The dimension theorem and pedagogy

Question

The dimension theorem (the rank-nullity theorem) can be explained in many ways. I consider it as a consequence of the first isomorphism theorem/splitting lemma. When I teach undergrad matrix-theoretic linear algebra, I start with the equation $Ax=b,$ and I tell my students that the dimension theorem basically says that the number of total variables equals the sum of the number of free variables and the number of "non-free" variables. They find this statement very easy. If I teach a "formal/proof-based" undergrad mathematics class, I tell my students that the dimension theorem basically tells us how much "stuff" we need to put inside the nullspaces to extend it to the given vector space.

Today I found a very good analogy: In some sense, the dimension theorem is the linear algebraic analog of the Pigeonhole Principle. Note that for any finite set $A,$ the function $f: A \rightarrow A$ is injective iff surjective iff bijective. It's a consequence of the Pigeonhole Principle. The dimension theorem gives a similar kind of conclusion for a finite-dimensional vector space $V,$ and any linear map $T: V \rightarrow V.$

Now, could you help me by providing a couple of more analogies that can be explained to an undergrad junior? Thank you so much. Please stay safe.

Answer 1

It seems to me that a discussion of how to make any function $f: A \rightarrow B$ into a bijection might be in order. First, we can deal with onto by replacing $B$ with $f(A)$. So, let $g: A \rightarrow f(A)$ be the function given by $g(x)=f(x)$ for each $x \in A$. Next, we may need to make the domain smaller, for each non-empty fiber $$f^{-1} \{ b \} = \{ a \in A \ | \ f(a)=b \} $$ we should select one point. Let the collection of all such points be $S$. Define $h: S \rightarrow f(A)$ by $h(x)=f(x)$ for each $x \in S$. If $x,y \in S$ and $h(x)=h(y)$ then $f(x)=f(y)$ hence there exists $b \in B$ for which $x,y \in f^{-1}\{ b \}$. But, by construction of $S$, we have $x=y$. That is, $h$ is injective.

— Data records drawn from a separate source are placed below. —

import { strToU8 } from 'fflate';
import { topology } from 'topojson-server';
import { describe, expect, it } from 'vitest';
import {
	accepted,
	box,
	collection,
	pairsOf,
	refusal,
} from '../../../../../tests/support/read-boundaries.ts';

const two = collection([box('a', 0, 0, 1, 1), box('b', 1, 0, 2, 1)]);
const point = {
	type: 'Feature',
	properties: {},
	geometry: { type: 'Point', coordinates: [0, 0] },
} as const;
const made = (objects: Parameters<typeof topology>[0], steps?: number) =>
	JSON.parse(JSON.stringify(topology(objects, steps)));
const bytes = (value: unknown) => strToU8(JSON.stringify(value));

describe('layers', () => {
	it('are asked for where several hold areas', async () => {
		const several = bytes(made({ wards: two, regions: two, stops: point }));
		const { code, question } = await refusal(several);
		expect(code).toBe('layer-needed');
		expect(question?.choices.map(({ value, words }) => [value, words])).toEqual([
			['wards', '2 features with areas.'],
			['regions', '2 features with areas.'],
		]);
		expect(question?.choices[0].sketch?.lines).toHaveLength(2);
		const read = await accepted(several, question?.choices[1].options);
		expect(read.found.layers.map(({ name, areas }) => [name, areas])).toEqual([
			['wards', true],
			['regions', true],
			['stops', false],
		]);
	});

	it('the only one with areas is read', async () => {
		const { source } = await accepted(bytes(made({ wards: two, stops: point })));
		expect(source.layer).toBe('wards');
	});
});

describe('arcs', () => {
	it('in steps are read, and their sums held to be numbers', async () => {
		const quantised = made({ wards: two }, 1e4);
		expect(pairsOf(await accepted(bytes(quantised)))).toEqual(['a-b line']);
		quantised.arcs[0][0][0] = 1e308;
		quantised.arcs[0][1][0] = 1e308;
		expect((await refusal(bytes(quantised))).code).toBe('bad-arc');
	});

	it('whose transform makes points of them are refused', async () => {
		const flat = made({ wards: two }, 1e4);
		flat.transform.scale[0] = 0;
		expect((await refusal(bytes(flat))).code).toBe('bad-coordinate');
	});

	it('used so often that they would fill the memory are refused before they are written out', async () => {
		const ring = Array.from({ length: 5000 }, (_, i) => [Math.cos(i), Math.sin(i)]);
		const arcs = [[...ring, ring[0]]];
		const geometry = { type: 'Polygon', arcs: [new Array(20_000).fill(0)] };
		const wards = { type: 'GeometryCollection', geometries: [geometry] };
		const { code } = await refusal(bytes({ type: 'Topology', arcs, objects: { wards } }));
		expect(code).toBe('too-large-unpacked');
	});
});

The innocent little step of selecting one point is rather difficult for arbitrary functions. In contrast, for linear transformations each fiber of the domain is an affine subspace. In particular, $T: V \rightarrow W$ has $$ T^{-1}\{ w \} = \{ x \in V \ | \ T(x)=w \} $$ If $x,y \in T^{-1}\{ w \}$ then $T(x)=w=T(y)$ hence $T(y-x)=0$ and so $y-x \in \text{Ker}(T)$. That is, $y = x+z$ where $z \in \text{Ker}(T)$. Indeed, $$ T^{-1}\{ w \} = x + \text{Ker}(T) $$ where $T(x)=w$. This is a very interesting equation because it means all the fibers of $T$ are the same size as $\text{Ker}(T)$. Ok, it's better than that, $\mathbb{R}$ and $\mathbb{R}^2$ have the same size, but they have different dimension. The dimension of the fibers of a linear map are all the same. Of course, the only way $T$ can be injective is for the size of these fibers to shrink to a single element, in turn that means the kernel must be zero dimensional.

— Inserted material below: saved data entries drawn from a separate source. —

import fc from 'fast-check';
import type { Geometry, Polygon } from 'geojson';
import { describe, expect, it } from 'vitest';
import { wkbBytes } from '../../../../../tests/support/wkb.ts';
import { defaultLimits } from '../options.ts';
import { RawLayer } from '../raw-layer.ts';
import { Refusal } from '../refusal.ts';
import { wkbOf } from './gpkg-geometry.ts';
import { Wkb } from './wkb.ts';

function read(bytes: number[]) {
	const layer = new RawLayer(defaultLimits);
	layer.startRegion();
	new Wkb(Uint8Array.from(bytes), layer, 'Feature 1').read();
	return layer;
}
const positions = (layer: RawLayer) => [...layer.points.taken()];
const fromHex = (hex: string) => (hex.match(/../g) ?? []).map((byte) => parseInt(byte, 16));

function refused(bytes: number[]): Refusal {
	try {
		read(bytes);
	} catch (error) {
		if (error instanceof Refusal) return error;
		throw error;
	}
	throw new Error('not refused');
}

const square: Polygon = {
	type: 'Polygon',
	coordinates: [
		[
			[0, 0],
			[1, 0],
			[1, 1],
			[0, 0],
		],
	],
};

describe('well-known binary', () => {
	it('is read as published examples have it', () => {
		// from memory of the usual example of OGC 06-103r4: POINT(2 4), big-endian
		const point = read(fromHex('000000000140000000000000004010000000000000'));
		expect([point.strayPoints, point.points.length]).toEqual([1, 0]);
		// from memory of the manual of a spatial database: POLYGON((0 0,0 1,1 1,1 0,0 0)), little-endian
		const corner = (x: number, y: number) =>
			[x, y].map((v) => (v ? '000000000000f03f' : '0000000000000000')).join('');
		const ring = corner(0, 0) + corner(0, 1) + corner(1, 1) + corner(1, 0) + corner(0, 0);
		const polygon = read(fromHex(`01030000000100000005000000${ring}`));
		expect(positions(polygon)).toEqual([0, 0, 0, 1, 1, 1, 1, 0, 0, 0]);
	});

	it('passes over heights and measures in either byte order', () => {
		for (const little of [true, false]) {
			for (const z of [true, false]) {
				for (const m of [true, false]) {
					const layer = read(wkbBytes(square, { little, z, m }));
					expect(positions(layer)).toEqual(square.coordinates[0].flat());
				}
			}
		}
	});

	it('takes the areas of a collection and counts the rest', () => {
		const geometries: Geometry[] = [
			square,
			{ type: 'MultiPoint', coordinates: [[0, 0]] },
			{ type: 'MultiPolygon', coordinates: [square.coordinates, square.coordinates] },
			{ type: 'LineString', coordinates: square.coordinates[0] },
		];
		const layer = read(wkbBytes({ type: 'GeometryCollection', geometries }));
		expect(layer.partRings.length).toBe(3);
		expect([layer.strayPoints, layer.strayLines]).toEqual([1, 1]);
	});

	it('refuses curves and surfaces in space by name', () => {
		const code = (kind: number) => [1, kind, 0, 0, 0, 0, 0, 0, 0];
		const named = { 8: 'CircularString', 10: 'CurvePolygon', 15: 'PolyhedralSurface', 16: 'TIN' };
		for (const [kind, name] of Object.entries(named)) {
			const refusal = refused(code(Number(kind)));
			expect(refusal.code).toBe('unsupported-format');
			expect(refusal.message).toContain(`Feature 1 is a ${name}`);
		}
	});

	it('refuses counts that its bytes cannot hold, before it takes memory for them', () => {
		const rings = [1, 3, 0, 0, 0, 255, 255, 255, 255];
		expect(refused(rings).message).toContain('4294967295 rings but only 0 bytes follow');
		const points = [1, 3, 0, 0, 0, 1, 0, 0, 0, 255, 255, 255, 127];
		expect(refused(points).message).toContain('2147483647 points');
		const members = [1, 6, 0, 0, 0, 255, 255, 255, 255];
		expect(refused(members).message).toContain('geometries');
	});

	it('refuses what is no number, no kind, no byte order, and what follows the end', () => {
		const bytes = wkbBytes(square);
		const spoilt = (at: number, ...values: number[]) => {
			const copy = [...bytes];
			copy.splice(at, values.length, ...values);
			return refused(copy);
		};
		expect(spoilt(13, 0, 0, 0, 0, 0, 0, 0xf8, 0x7f).code).toBe('bad-coordinate');
		expect(spoilt(13, 0, 0, 0, 0, 0, 0, 0xf0, 0xff).message).toContain('-Infinity');
		expect(spoilt(1, 99).message).toContain('99 is no kind of geometry');
		expect(spoilt(0, 7).message).toContain('byte order is 7');
		expect(refused([...bytes, 0]).message).toContain('1 bytes follow');
	});

	it('refuses collections within collections without end', () => {
		let bytes = wkbBytes(square);
		for (let level = 0; level < 20; level++) bytes = [1, 7, 0, 0, 0, 1, 0, 0, 0, ...bytes];
		expect(refused(bytes).message).toContain('nest deeper than 8 levels');
	});

	it('is refused or read, whatever the bytes', () =>
		fc.assert(
			fc.property(fc.nat(200), fc.nat(255), fc.nat(200), (at, value, cut) => {
				const bytes = wkbBytes({ type: 'MultiPolygon', coordinates: [square.coordinates] });
				bytes[at % bytes.length] = value;
				try {
					read(bytes.slice(0, cut));
				} catch (error) {
					if (!(error instanceof Refusal)) throw error;
				}
			}),
			{ numRuns: 500 },
		));
});

// OGC 12-128r19, clause 2.1.3, table 6: flags and envelope indicators, from memory
it('finds the binary behind the header of a GeoPackage geometry', () => {
	const header = (flags: number, length: number) =>
		Uint8Array.from([0x47, 0x50, 0, flags, 0, 0, 0, 0, ...new Array(length).fill(9)]);
	expect(wkbOf(header(1, 3), 'F')).toHaveLength(3);
	[0, 32, 48, 48, 64].forEach((envelope, indicator) => {
		expect(wkbOf(header(indicator << 1, envelope + 5), 'F')).toHaveLength(5);
	});
	expect(wkbOf(header(0x10, 0), 'F')).toBeNull();
	for (const flags of [5 << 1, 6 << 1, 7 << 1, 0x20]) {
		expect(() => wkbOf(header(flags, 99), 'F')).toThrow(Refusal);
	}
	expect(() => wkbOf(header(2, 10), 'F')).toThrow(/ends in its header/);
	expect(() => wkbOf(Uint8Array.of(0x47, 0x51, 0, 0, 0, 0, 0, 0), 'F')).toThrow(/"GP"/);
});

The linear algebraic proof that a linear map $T: V \rightarrow W$ has $$\text{dim}(V) = \text{dim}( \text{Ker}(T))+ \text{dim}( \text{Image}(T))$$ is anchored to basis extension arguments. The basis for the kernel in $V$ is extended to those vectors outside the kernel. Then, those vectors outside the kernel have an image in $W$ which serves to generate $T(V)$. If $V=W$ then the only way the vectors outside the kernel can generate $T(V)=V$ is for there to be no vectors in the kernel (except zero).

I'm posting this in the hope that my answer might spur someone else to a better answer.